— Records supplied —

↓

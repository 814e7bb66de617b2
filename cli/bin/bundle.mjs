// esbuild settings for the CLI, shared by build.mjs (cli/dist) and scripts/pack-cli.mjs (the package users
// install). Both bundle the npm packages as well: Node then loads a few large files instead of resolving,
// reading and (for CommonJS) re-parsing hundreds, which takes ≈ 80 ms of CPU off every start (issue #22),
// and the benchmark times what users run.
import path from "node:path";
import { fileURLToPath } from "node:url";
import { build } from "esbuild";

export const cliDir = path.resolve(path.dirname(fileURLToPath(import.meta.url)), "..");
export const repoRoot = path.resolve(cliDir, "..");

/**
 * Packages the self-contained bundle cannot hold: Skia's native binary (@napi-rs/canvas picks the one for
 * the machine at install) and the font files read at run time. They stay dependencies of the package.
 */
export const UNBUNDLED_PACKAGES = ["@napi-rs/canvas", "@fontsource/source-sans-3"];

const unbundled = {
  name: "unbundled-packages",
  setup(b) {
    b.onResolve({ filter: /^@(napi-rs\/canvas|fontsource\/source-sans-3)(\/|$)/ }, (args) => ({ path: args.path, external: true }));
  },
};

// CommonJS packages inside an ESM bundle call require() for Node's own modules: give them one.
const REQUIRE_SHIM = 'import { createRequire as __tidemarkCreateRequire } from "node:module"; const require = __tidemarkCreateRequire(import.meta.url);';

/** Bundles bin.ts, the scan worker and the spectral thread into `outdir`; `selfContained` bundles npm packages as well. */
export function bundleCli({ outdir, selfContained = false }) {
  return build({
    absWorkingDir: repoRoot,
    entryPoints: { bin: "cli/src/bin.ts", scanWorker: "cli/src/scan/scanWorker.ts", spectralThread: "cli/src/scan/spectralThread.ts" },
    outdir,
    bundle: true,
    // Chunks keep the lazily imported commands lazy; every file lands in outdir itself, so the sources'
    // relative URLs (../package.json, ./scanWorker.js) resolve alike from any of them.
    splitting: true,
    chunkNames: "[name]-[hash]",
    format: "esm",
    platform: "node",
    target: "node20",
    sourcemap: selfContained ? false : "linked",
    metafile: true,
    logLevel: "warning",
    plugins: [unbundled],
    banner: { js: REQUIRE_SHIM },
    legalComments: selfContained ? "eof" : undefined,
  });
}
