/** Sources that changed since the bundle was built (empty when current); null when there is no usable bundle. */
export function staleBundleSources(): string[] | null;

↑

— Problem requirements —
A full, exact copy of the entries is the required answer.

— The answer —
repository 814e7bb66de617b2
filename cli/bin/bundle.mjs
// esbuild settings for the CLI, shared by build.mjs (cli/dist) and scripts/pack-cli.mjs (the package users
// install). Both bundle the npm packages as well: Node then loads a few large files instead of resolving,
// reading and (for CommonJS) re-parsing hundreds, which takes ≈ 80 ms of CPU off every start (issue #22),
// and the benchmark times what users run.
import path from "node:path";
import { fileURLToPath } from "node:url";
import { build } from "esbuild";

export const cliDir = path.resolve(path.dirname(fileURLToPath(import.meta.url)), "..");
export const repoRoot = path.resolve(cliDir, "..");

/**
 * Packages the self-contained bundle cannot hold: Skia's native binary (@napi-rs/canvas picks the one for
 * the machine at install) and the font files read at run time. They stay dependencies of the package.
 */
export const UNBUNDLED_PACKAGES = ["@napi-rs/canvas", "@fontsource/source-sans-3"];

const unbundled = {
  name: "unbundled-packages",
  setup(b) {
    b.onResolve({ filter: /^@(napi-rs\/canvas|fontsource\/source-sans-3)(\/|$)/ }, (args) => ({ path: args.path, external: true }));
  },
};

// CommonJS packages inside an ESM bundle call require() for Node's own modules: give them one.
const REQUIRE_SHIM = 'import { createRequire as __tidemarkCreateRequire } from "node:module"; const require = __tidemarkCreateRequire(import.meta.url);';

/** Bundles bin.ts, the scan worker and the spectral thread into `outdir`; `selfContained` bundles npm packages as well. */
export function bundleCli({ outdir, selfContained = false }) {
  return build({
    absWorkingDir: repoRoot,
    entryPoints: { bin: "cli/src/bin.ts", scanWorker: "cli/src/scan/scanWorker.ts", spectralThread: "cli/src/scan/spectralThread.ts" },
    outdir,
    bundle: true,
    // Chunks keep the lazily imported commands lazy; every file lands in outdir itself, so the sources'
    // relative URLs (../package.json, ./scanWorker.js) resolve alike from any of them.
    splitting: true,
    chunkNames: "[name]-[hash]",
    format: "esm",
    platform: "node",
    target: "node20",
    sourcemap: selfContained ? false : "linked",
    metafile: true,
    logLevel: "warning",
    plugins: [unbundled],
    banner: { js: REQUIRE_SHIM },
    legalComments: selfContained ? "eof" : undefined,
  });
}
/** Sources that changed since the bundle was built (empty when current); null when there is no usable bundle. */
export function staleBundleSources(): string[] | null;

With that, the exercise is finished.